How to complete this task. Copy the lines of the entries exactly, from the opening one to the one holding "import pg from", and leave out everything after.
*** Records ***
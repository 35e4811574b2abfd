/**
 * The search bench's databases, kept between runs: one per measured size, named after the
 * generator's version, the fingerprint definition's version and the size, so a rerun on a quiet
 * machine only times queries. A database counts as complete only when its `bench_meta` row exists
 * (written last, after the load and ANALYZE); an incomplete one (an interrupted load) is dropped and
 * loaded again. Every size is loaded from the start of the same seeded sequence, so the 10,000
 * entries of the small database are the first 10,000 of the large one.
 */
import { randomBytes, randomUUID } from "node:crypto";
import pg from "pg";
import { drizzle } from "drizzle-orm/node-postgres";
import { applyMigrations, createPool, schema, type Database } from "@teardown/db";
import {
  FINGERPRINT_VERSION,
  mulberry32,
  searchTextOf,
  topologyColumnsFor,
} from "@teardown/engine";
import {
  GENERATOR_VERSION,
  mainsGadgets,
  type GeneratedGadget,
} from "./mains-circuit-generator.js";

/** Teams the entries are spread over; the viewer is on three of them. */
const TEAMS = 50;
const VIEWER_TEAMS = 3;
/** Share of entries that are public. */
const PUBLIC_SHARE = 0.3;
/** Rows per insert statement. */
const INSERT_BATCH = 500;
export const VIEWER_ID = "bench-viewer";
export const FLAG_CODES = [
  "no-fuse",
  "bleeder-slow",
  "overstress-voltage",
  "overstress-power",
  "capacitor-class",
  "no-surge-limit",
];

export interface BenchDatabase {
  name: string;
  url: string;
  /** Seconds the load took (when it was loaded earlier, as recorded then). */
  loadSeconds: number;
  reused: boolean;
}

/** The database's name for this many entries. */
export function benchDatabaseName(entries: number): string {
  return `tl_search_bench_g${GENERATOR_VERSION}_f${FINGERPRINT_VERSION}_${entries}`;
}

function urlOf(adminUrl: string, name: string): string {
  const url = new URL(adminUrl);
  url.pathname = `/${name}`;
  return url.toString();
}

/** A complete database of `entries` entries: the kept one, or a new load (`fresh` forces one). */
export async function benchDatabase(
  adminUrl: string,
  entries: number,
  fresh: boolean,
  log: (line: string) => void,
): Promise<BenchDatabase> {
  const name = benchDatabaseName(entries);
  const url = urlOf(adminUrl, name);
  const admin = new pg.Client({ connectionString: adminUrl });
  await admin.connect();
  try {
    const exists =
      (await admin.query("select 1 from pg_database where datname = $1", [name])).rowCount === 1;
    if (exists && !fresh) {
      const meta = await completeMeta(url);
      if (meta !== null) {
        // Later migrations (a new index) apply to a kept database too.
        await applyMigrations(url);
        return { name, url, loadSeconds: meta.loadSeconds, reused: true };
      }
      log(`${name}: incomplete (an interrupted load), loading again`);
    }
    await admin.query(`drop database if exists ${name} with (force)`);
    await admin.query(`create database ${name}`);
  } finally {
    await admin.end();
  }
  const t0 = performance.now();
  await load(url, entries, log);
  const loadSeconds = (performance.now() - t0) / 1000;
  const client = new pg.Client({ connectionString: url });
  await client.connect();
  try {
    await client.query("vacuum analyze");
    await client.query(
      "create table bench_meta (entries int not null, load_seconds float8 not null)",
    );
    await client.query("insert into bench_meta values ($1, $2)", [entries, loadSeconds]);
  } finally {
    await client.end();
  }
  return { name, url, loadSeconds, reused: false };
}

/** The load record of a complete database, or null. */
async function completeMeta(url: string): Promise<{ loadSeconds: number } | null> {
  const client = new pg.Client({ connectionString: url });
  await client.connect();
  try {
    const r = await client.query<{ load_seconds: number }>(
      "select load_seconds from bench_meta where to_regclass('bench_meta') is not null",
    );
    return r.rows[0] ? { loadSeconds: Number(r.rows[0].load_seconds) } : null;
  } catch {
    return null;
  } finally {
    await client.end();
  }
}

async function load(url: string, entries: number, log: (line: string) => void): Promise<void> {
  await applyMigrations(url);
  const pool = createPool(url, 2);
  try {
    const db = drizzle(pool, { schema }) as unknown as Database;
    const teamIds = await makeTeams(db);
    const next = mainsGadgets(20261202);
    const random = mulberry32(7);
    let loaded = 0;
    let lastLog = performance.now();
    while (loaded < entries) {
      const n = Math.min(INSERT_BATCH, entries - loaded);
      await insertBatch(
        db,
        Array.from({ length: n }, () => next()),
        teamIds,
        random,
      );
      loaded += n;
      if (performance.now() - lastLog > 30_000) {
        log(`  loading: ${loaded} of ${entries}`);
        lastLog = performance.now();
      }
    }
  } finally {
    await pool.end();
  }
}

async function makeTeams(db: Database): Promise<string[]> {
  await db
    .insert(schema.users)
    .values({ id: VIEWER_ID, name: "Bench Viewer", email: "viewer@bench.example" });
  const teams = await db
    .insert(schema.teams)
    .values(
      Array.from({ length: TEAMS }, (_, i) => ({
        name: `Bench lab ${i + 1}`,
        slug: `bench-lab-${i + 1}`,
      })),
    )
    .returning({ id: schema.teams.id });
  const teamIds = teams.map((t) => t.id);
  await db
    .insert(schema.memberships)
    .values(
      teamIds
        .slice(0, VIEWER_TEAMS)
        .map((teamId) => ({ teamId, userId: VIEWER_ID, role: "viewer" as const })),
    );
  return teamIds;
}

/** Inserts one batch of entries with their first revision and search columns, in one transaction. */
async function insertBatch(
  db: Database,
  batch: GeneratedGadget[],
  teamIds: string[],
  random: () => number,
): Promise<void> {
  const made = batch.map((g) => ({
    id: randomUUID(),
    g,
    topo: topologyColumnsFor(g.record),
    flags: FLAG_CODES.filter(() => random() < 0.15),
    team: teamIds[Math.floor(random() * teamIds.length)]!,
    pub: random() < PUBLIC_SHARE,
    mismatch: random() < 0.05,
  }));
  await db.transaction(async (tx) => {
    await tx.insert(schema.entries).values(
      made.map((m) => ({
        id: m.id,
        teamId: m.team,
        title: String(m.g.doc.title),
        category: m.g.category,
        visibility: m.pub ? ("public" as const) : ("team" as const),
        currentRevision: 1,
        searchText: searchTextOf(m.g.record),
        searchTags: m.g.record.device.tags.join(" "),
        searchBlocks: m.g.blocks,
        searchFlags: m.flags,
        hasMismatch: m.mismatch,
        facets: {
          supply_vrms: m.g.record.device.rated_supply.vrms,
          supply_hz: m.g.record.device.rated_supply.hz,
        },
        fingerprint: m.topo.fingerprint,
        valueFeatures: m.topo.valueFeatures,
        fragmentFeatures: m.topo.fragmentFeatures,
        topology: m.topo.topology,
        fingerprintVersion: m.topo.version,
      })),
    );
    await tx.insert(schema.revisions).values(
      made.map((m) => ({
        entryId: m.id,
        number: 1,
        record: m.g.doc,
        recordHash: randomBytes(32).toString("hex"),
        message: "bench",
      })),
    );
  });
}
***
Written response.
repository 35e4811574b2abfd
/**
 * The search bench's databases, kept between runs: one per measured size, named after the
 * generator's version, the fingerprint definition's version and the size, so a rerun on a quiet
 * machine only times queries. A database counts as complete only when its `bench_meta` row exists
 * (written last, after the load and ANALYZE); an incomplete one (an interrupted load) is dropped and
 * loaded again. Every size is loaded from the start of the same seeded sequence, so the 10,000
 * entries of the small database are the first 10,000 of the large one.
 */
import { randomBytes, randomUUID } from "node:crypto";
import pg from "pg";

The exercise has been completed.